Variable attributes are on particular variables in the dataset. The can be access individually as attributes using dotted notation:

depths.units = 'm'

or in code using the methods on a Variable object.

Required

All variables should have values for the following attributes unless there is a very good reason not to.

The following are defined in CF-1.6. See that documentation for more details of the intent behind these attributes.

units

Required for all variables that represent dimensional quantities. The value of the units attribute is a string that can be recognized by UNIDATA’s Udunits package, with a few exceptions.

Example:

depths.units = 'm'

Exceptions and special cases:

  • For latitude use units = 'degrees_north'

  • For longitude use units = 'degrees_east'

  • For time use units = `seconds since yyyy-mm-dd HH:MM:SS' with an actual date/time

  • For practical salinity use units = 1 and long_name = 'Practical Salinity'

long_name

A long descriptive name which may, for example, be used for labeling plots.

Example:

depths.long_name = 'Depth'

As Applicable

calendar

The calendar to use on a time axis to calculate a new date and time given a base date, base time and a time increment.

Example:

time.calendar = 'gregorian'
positive

The direction of positive (i.e., the direction in which the coordinate values are increasing) for a vertical coordinate. For Salish Sea MEOPAR files this is applicable to depths and a value of down is used, indicating that the depth of the surface is 0 and depth values increase downward.

Example:

depths.positive = 'down'
valid_range

Smallest and largest valid values of a variable. If valid minimum and maximum values for a variable can be stated, use this instead of valid_min and valid_max.

Example:

depths.valid_range = np.array((0.0, 428.0))
valid_min

Smallest valid value of a variable. Use this only if there is no value for valid_max, otherwise, use valid_range.

Example:

sal.valid_min = 0
valid_max

Largest valid value of a variable. Use this only if there is no value for valid_min, otherwise, use valid_range.

Example:

foo.valid_max = 42
_FillValue

The value that a variable gets filled with before any data is loaded into it. Each data type has a default for _FillValue, but a variable-specific value can be specified in the createVariable() method (see Variables).

standard_name

A name used to identify the physical quantity. A standard name contains no whitespace and is case sensitive. The standard_name attribute is typically used where a descriptive, code-friendly alternative to the long_name or the variable name itself is needed.

Example:

sal.standard_name = 'practical_salinity'

Applying netCDF4 Variable-Level Compression

NEMO-3.4 produces netCDF files that use the 64-bit offset format. The size on disk of those files can be reduced by up to 90% (depending on the contents of the file) by converting them to netCDF-4 format and applying Lempel-Ziv compression to each variable. The ncks tool from the NCO package can be used to accomplish that:

$ ncks -4 -L4 -O SalishSea_1d_grid_T.nc SalishSea_1d_grid_T.nc

Note

The above command replaces the original version of the file with its netCDF4 compressed version.

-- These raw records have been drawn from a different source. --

import { keepPreviousData, queryOptions, useQuery } from '@tanstack/react-query';
import { rowsPageSchema } from '@provenote/shared/schemas';
import { apiRequest } from '../../../app/api-client';

export const ROWS_PAGE_SIZE = 100;

/** One page of a dataset version's samples, to choose group members from. */
export const datasetRowsQuery = (labId: string, datasetId: string, number: number, page: number) =>
  queryOptions({
    queryKey: ['labs', labId, 'datasets', datasetId, 'versions', number, 'rows', page],
    queryFn: ({ signal }) =>
      apiRequest(
        `/labs/${labId}/datasets/${datasetId}/versions/${number}/rows?page=${page}&pageSize=${ROWS_PAGE_SIZE}`,
        rowsPageSchema,
        { signal },
      ),
  });

export const useDatasetRows = (labId: string, datasetId: string, number: number, page: number) =>
  useQuery({ ...datasetRowsQuery(labId, datasetId, number, page), placeholderData: keepPreviousData });
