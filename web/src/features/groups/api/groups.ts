import { queryOptions, useMutation, useQuery, useQueryClient } from '@tanstack/react-query';
import {
  referenceGroupListSchema,
  referenceGroupSchema,
  type CreateGroup,
  type CreateGroupVersion,
  type UpdateGroup,
} from '@provenote/shared/schemas';
import { apiRequest } from '../../../app/api-client';

export const groupListQuery = (labId: string) =>
  queryOptions({
    queryKey: ['labs', labId, 'groups'],
    queryFn: ({ signal }) => apiRequest(`/labs/${labId}/groups`, referenceGroupListSchema, { signal }),
  });

export const useGroupList = (labId: string) => useQuery(groupListQuery(labId));

function useInvalidateGroups(labId: string) {
  const queryClient = useQueryClient();
  return () => queryClient.invalidateQueries({ queryKey: groupListQuery(labId).queryKey });
}

export function useCreateGroup(labId: string) {
  const invalidate = useInvalidateGroups(labId);
  return useMutation({
    mutationFn: (input: CreateGroup) =>
      apiRequest(`/labs/${labId}/groups`, referenceGroupSchema, { method: 'POST', body: input }),
    onSuccess: invalidate,
  });
}

export function useAddGroupVersion(labId: string, groupId: string) {
  const invalidate = useInvalidateGroups(labId);
  return useMutation({
    mutationFn: (input: CreateGroupVersion) =>
      apiRequest(`/labs/${labId}/groups/${groupId}/versions`, referenceGroupSchema, { method: 'POST', body: input }),
    onSuccess: invalidate,
  });
}

export function useGroupsFromColumn(labId: string) {
  const queryClient = useQueryClient();
  return useMutation({
    mutationFn: (datasetVersionId: string) =>
      apiRequest(`/labs/${labId}/groups/from-column`, referenceGroupListSchema, {
        method: 'POST',
        body: { datasetVersionId },
      }),
    onSuccess: (list) => queryClient.setQueryData(groupListQuery(labId).queryKey, list),
  });
}

export function useApproveGroupVersion(labId: string) {
  const invalidate = useInvalidateGroups(labId);
  return useMutation({
    mutationFn: ({ groupId, versionId }: { groupId: string; versionId: string }) =>
      apiRequest(`/labs/${labId}/groups/${groupId}/versions/${versionId}/approve`, referenceGroupSchema, {
        method: 'POST',
        body: {},
      }),
    onSuccess: invalidate,
  });
}

export function useUpdateGroup(labId: string, groupId: string) {
  const invalidate = useInvalidateGroups(labId);
  return useMutation({
    mutationFn: (input: UpdateGroup) =>
      apiRequest(`/labs/${labId}/groups/${groupId}`, referenceGroupSchema, { method: 'PATCH', body: input }),
    onSuccess: invalidate,
  });
}
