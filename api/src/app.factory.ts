import { randomUUID } from 'node:crypto';
import { existsSync } from 'node:fs';
import { join } from 'node:path';
import { NestFactory } from '@nestjs/core';
import type { NestExpressApplication } from '@nestjs/platform-express';
import { DocumentBuilder, SwaggerModule } from '@nestjs/swagger';
import cookieParser from 'cookie-parser';
import express, { type NextFunction, type Request, type Response } from 'express';
import helmet from 'helmet';
import { cleanupOpenApiDoc } from 'nestjs-zod';
import { AppModule } from './app.module';
import type { AppConfig } from './config/config';
import { APP_VERSION } from './version';

export const API_PREFIX = 'api';

/**
 * Builds the HTTP application: security headers, one origin for the API (under /api) and the built web
 * app, the OpenAPI description at /api/docs. Used by main.ts and by the HTTP tests.
 */
export async function createApp(config: AppConfig, options: { logger?: false } = {}) {
  const app = await NestFactory.create<NestExpressApplication>(AppModule.forRoot(config), {
    logger: options.logger ?? ['log', 'warn', 'error'],
    bufferLogs: false,
  });
  app.enableShutdownHooks();
  app.set('trust proxy', 'loopback');
  app.setGlobalPrefix(API_PREFIX);
  app.use((req: Request & { id?: string }, res: Response, next: NextFunction) => {
    req.id = randomUUID();
    res.setHeader('X-Request-Id', req.id);
    next();
  });
  app.use(
    helmet({
      contentSecurityPolicy: {
        directives: {
          defaultSrc: ["'self'"],
          scriptSrc: ["'self'"],
          // Mantine and Plotly add style elements at run time.
          styleSrc: ["'self'", "'unsafe-inline'"],
          imgSrc: ["'self'", 'data:', 'blob:'],
          fontSrc: ["'self'", 'data:'],
          connectSrc: ["'self'"],
          objectSrc: ["'none'"],
          frameAncestors: ["'none'"],
          upgradeInsecureRequests: null,
        },
      },
      crossOriginEmbedderPolicy: false,
    }),
  );
  app.enableCors({ origin: new URL(config.PUBLIC_URL).origin, credentials: true });
  app.use(cookieParser());

  const document = SwaggerModule.createDocument(
    app,
    new DocumentBuilder()
      .setTitle('Provenote API')
      .setDescription('Provenance assignment of geochemical samples to reference groups.')
      .setVersion(APP_VERSION)
      .addCookieAuth('provenote_session')
      .build(),
  );
  SwaggerModule.setup(`${API_PREFIX}/docs`, app, cleanupOpenApiDoc(document), {
    jsonDocumentUrl: `${API_PREFIX}/docs/openapi.json`,
  });

  if (config.WEB_DIST) serveWebApp(app, config.WEB_DIST);
  return app;
}

/** The built single-page app: static assets, and index.html for every other non-API GET. */
function serveWebApp(app: NestExpressApplication, dist: string) {
  const index = join(dist, 'index.html');
  if (!existsSync(index)) throw new Error(`WEB_DIST has no index.html: ${dist} (run npm run build -w web)`);
  app.use(express.static(dist, { index: false, maxAge: '1h', immutable: false }));
  app.use((req: Request, res: Response, next: NextFunction) => {
    if (req.method !== 'GET' || req.path === `/${API_PREFIX}` || req.path.startsWith(`/${API_PREFIX}/`)) {
      return next();
    }
    res.setHeader('Cache-Control', 'no-cache');
    res.sendFile(index);
  });
}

The -4 argument tells ncks to produce a netCDF-4 format file.

The -L4 argument causes level 4 compression to be used. Level 4 is a good compromise between the amount of compression that is achieved and the amount of processing time required to do the compression.

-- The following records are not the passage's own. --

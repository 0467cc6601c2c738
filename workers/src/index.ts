export * from './queue/run-store';
export * from './queue/run-events';
export * from './queue/run-queue';
export * from './queue/job-context';
export * from './queue/run-worker';
export * from './processors/classify.processor';
export * from './processors/group-check.processor';
export * from './processors/run-processors';
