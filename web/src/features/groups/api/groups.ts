import { queryOptions, useQuery } from '@tanstack/react-query';
import { referenceGroupListSchema } from '@provenote/shared/schemas';
import { apiRequest } from '../../../app/api-client';

export const groupListQuery = (labId: string) =>
  queryOptions({
    queryKey: ['labs', labId, 'groups'],
    queryFn: ({ signal }) => apiRequest(`/labs/${labId}/groups`, referenceGroupListSchema, { signal }),
  });

export const useGroupList = (labId: string) => useQuery(groupListQuery(labId));
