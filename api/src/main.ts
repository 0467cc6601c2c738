import 'reflect-metadata';
import { Logger } from '@nestjs/common';
import { createApp } from './app.factory';
import { ConfigurationError, loadConfig } from './config/config';

async function bootstrap() {
  const config = loadConfig();
  const app = await createApp(config);
  await app.listen(config.PORT, config.HOST);
  Logger.log(`Provenote API listening on ${config.PUBLIC_URL}`, 'Bootstrap');
}

bootstrap().catch((error: unknown) => {
  if (error instanceof ConfigurationError) {
    console.error(error.message);
  } else {
    console.error(error);
  }
  process.exit(1);
});
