import { DynamicModule, Module } from '@nestjs/common';
import { APP_FILTER, APP_PIPE } from '@nestjs/core';
import { TypeOrmModule } from '@nestjs/typeorm';
import { ZodValidationPipe } from 'nestjs-zod';
import { AccountsModule } from './accounts/accounts.module';
import { AuditModule } from './audit/audit.module';
import { AuthModule } from './auth/auth.module';
import { BundlesModule } from './bundles/bundles.module';
import { AllExceptionsFilter } from './common/all-exceptions.filter';
import type { AppConfig } from './config/config';
import { AppConfigModule } from './config/config.module';
import { dataSourceOptions } from './database/typeorm-options';
import { DatasetsModule } from './datasets/datasets.module';
import { GroupsModule } from './groups/groups.module';
import { HealthModule } from './health/health.module';
import { MailModule } from './mail/mail.module';
import { ProjectionsModule } from './projections/projections.module';
import { RateLimitModule } from './rate-limit/rate-limit.module';
import { RedisModule } from './redis/redis.module';
import { StudiesModule } from './studies/studies.module';
import { RunsModule } from './runs/runs.module';

@Module({})
export class AppModule {
  static forRoot(config: AppConfig): DynamicModule {
    return {
      module: AppModule,
      imports: [
        AppConfigModule.forRoot(config),
        TypeOrmModule.forRoot({ ...dataSourceOptions(config.DATABASE_URL), autoLoadEntities: true }),
        RedisModule,
        RateLimitModule,
        MailModule,
        AuditModule,
        AuthModule,
        AccountsModule,
        HealthModule,
        DatasetsModule,
        GroupsModule,
        StudiesModule,
        RunsModule,
        BundlesModule,
        ProjectionsModule,
      ],
      providers: [
        { provide: APP_PIPE, useClass: ZodValidationPipe },
        { provide: APP_FILTER, useClass: AllExceptionsFilter },
      ],
    };
  }
}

The -O argument tells ncks to over-write existing file without asking for confirmation.

The file names are the input and output files, respectively.

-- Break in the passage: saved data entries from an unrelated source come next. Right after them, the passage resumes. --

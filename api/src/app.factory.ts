import { randomUUID } from 'node:crypto';
import { existsSync } from 'node:fs';
import { join } from 'node:path';
import { NestFactory } from '@nestjs/core';
import type { NestExpressApplication } from '@nestjs/platform-express';
import { DocumentBuilder, SwaggerModule } from '@nestjs/swagger';
import cookieParser from 'cookie-parser';
import express, { type NextFunction, type Request, type Response } from 'express';
import { PayloadTooLargeException } from '@nestjs/common';
import helmet from 'helmet';
import { cleanupOpenApiDoc } from 'nestjs-zod';
import { AppModule } from './app.module';
import type { AppConfig } from './config/config';
import { APP_VERSION } from './version';

export const API_PREFIX = 'api';

/**
 * The widest file a mapping may confirm. Instrument exports run to a few hundred columns; this leaves room for
 * wide merged sheets while keeping one request's parse bounded.
 */
export const MAX_MAPPING_COLUMNS = 20_000;
/** Room for MAX_MAPPING_COLUMNS columns at up to 1 kB of JSON each (a typical column takes about 120 bytes). */
const MAPPING_BODY_LIMIT = `${MAX_MAPPING_COLUMNS}kb`;
const DEFAULT_BODY_LIMIT = '100kb';
/** The routes whose body carries a whole mapping (one entry per column of the file). */
const MAPPING_ROUTE = new RegExp(
  `^/${API_PREFIX}/labs/[^/]+/(dataset-files/[^/]+/preview|datasets|datasets/[^/]+/versions)/?$`,
);

/**
 * Builds the HTTP application: security headers, one origin for the API (under /api) and the built web
 * app, the OpenAPI description at /api/docs. Used by main.ts and by the HTTP tests.
 */
export async function createApp(config: AppConfig, options: { logger?: false } = {}) {
  const app = await NestFactory.create<NestExpressApplication>(AppModule.forRoot(config), {
    logger: options.logger ?? ['log', 'warn', 'error'],
    bufferLogs: false,
    // Registered below, so the mapping routes can take a larger body than the rest.
    bodyParser: false,
  });
  app.enableShutdownHooks();
  app.set('trust proxy', 'loopback');
  app.setGlobalPrefix(API_PREFIX);
  app.use((req: Request & { id?: string }, res: Response, next: NextFunction) => {
    req.id = randomUUID();
    res.setHeader('X-Request-Id', req.id);
    next();
  });
  app.use(
    helmet({
      contentSecurityPolicy: {
        directives: {
          defaultSrc: ["'self'"],
          scriptSrc: ["'self'"],
          // Mantine and Plotly add style elements at run time.
          styleSrc: ["'self'", "'unsafe-inline'"],
          imgSrc: ["'self'", 'data:', 'blob:'],
          fontSrc: ["'self'", 'data:'],
          connectSrc: ["'self'"],
          objectSrc: ["'none'"],
          frameAncestors: ["'none'"],
          upgradeInsecureRequests: null,
        },
      },
      crossOriginEmbedderPolicy: false,
    }),
  );
  app.enableCors({ origin: new URL(config.PUBLIC_URL).origin, credentials: true });
  app.use(cookieParser());
  useBodyParsers(app);

  const document = SwaggerModule.createDocument(
    app,
    new DocumentBuilder()
      .setTitle('Provenote API')
      .setDescription('Provenance assignment of geochemical samples to reference groups.')
      .setVersion(APP_VERSION)
      .addCookieAuth('provenote_session')
      .build(),
  );
  SwaggerModule.setup(`${API_PREFIX}/docs`, app, cleanupOpenApiDoc(document), {
    jsonDocumentUrl: `${API_PREFIX}/docs/openapi.json`,
  });

  if (config.WEB_DIST) serveWebApp(app, config.WEB_DIST);
  return app;
}

function useBodyParsers(app: NestExpressApplication) {
  const mappingJson = express.json({ limit: MAPPING_BODY_LIMIT });
  const json = express.json({ limit: DEFAULT_BODY_LIMIT });
  app.use((req: Request, res: Response, next: NextFunction) => {
    if (req.method !== 'POST' || !MAPPING_ROUTE.test(req.path)) return json(req, res, next);
    mappingJson(req, res, (error?: unknown) => {
      if (error) return next(isTooLarge(error) ? tooManyColumns() : error);
      const columns = (req.body as { mapping?: { columns?: unknown } } | undefined)?.mapping?.columns;
      next(Array.isArray(columns) && columns.length > MAX_MAPPING_COLUMNS ? tooManyColumns() : undefined);
    });
  });
  app.use(express.urlencoded({ extended: true, limit: DEFAULT_BODY_LIMIT }));
}

const isTooLarge = (error: unknown) => (error as { type?: unknown }).type === 'entity.too.large';

const tooManyColumns = () =>
  new PayloadTooLargeException(
    `A mapping may confirm at most ${MAX_MAPPING_COLUMNS.toLocaleString('en')} columns; ` +
      'split the file into narrower files (sample id plus a share of the columns) and import each',
  );

const isApiPath = (path: string) => path === `/${API_PREFIX}` || path.startsWith(`/${API_PREFIX}/`);

/** The built single-page app: static assets, and index.html for every other non-API GET. */
function serveWebApp(app: NestExpressApplication, dist: string) {
  const index = join(dist, 'index.html');
  if (!existsSync(index)) throw new Error(`WEB_DIST has no index.html: ${dist} (run npm run build -w web)`);
  const assets = express.static(dist, { index: false, maxAge: '1h', immutable: false });
  // API requests skip the file lookup the static handler would make for each of them.
  app.use((req: Request, res: Response, next: NextFunction) => (isApiPath(req.path) ? next() : assets(req, res, next)));
  app.use((req: Request, res: Response, next: NextFunction) => {
    if (req.method !== 'GET' || isApiPath(req.path)) return next();
    res.setHeader('Cache-Control', 'no-cache');
    res.sendFile(index);
  });
}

NEMO-3.6 produces netCDF files that use the netCDF-4 format with level 1 Lempel-Ziv compression applied to each variable. As above, the size of those files on disk can be reduced by up to 90% (depending on the contents of the file) by increasing the compression level to 4. The command to do so is the same:

$ ncks -4 -L4 -O SalishSea_1d_grid_T.nc SalishSea_1d_grid_T.nc

Note

The above command replaces the original version of the file with its netCDF4 compressed version.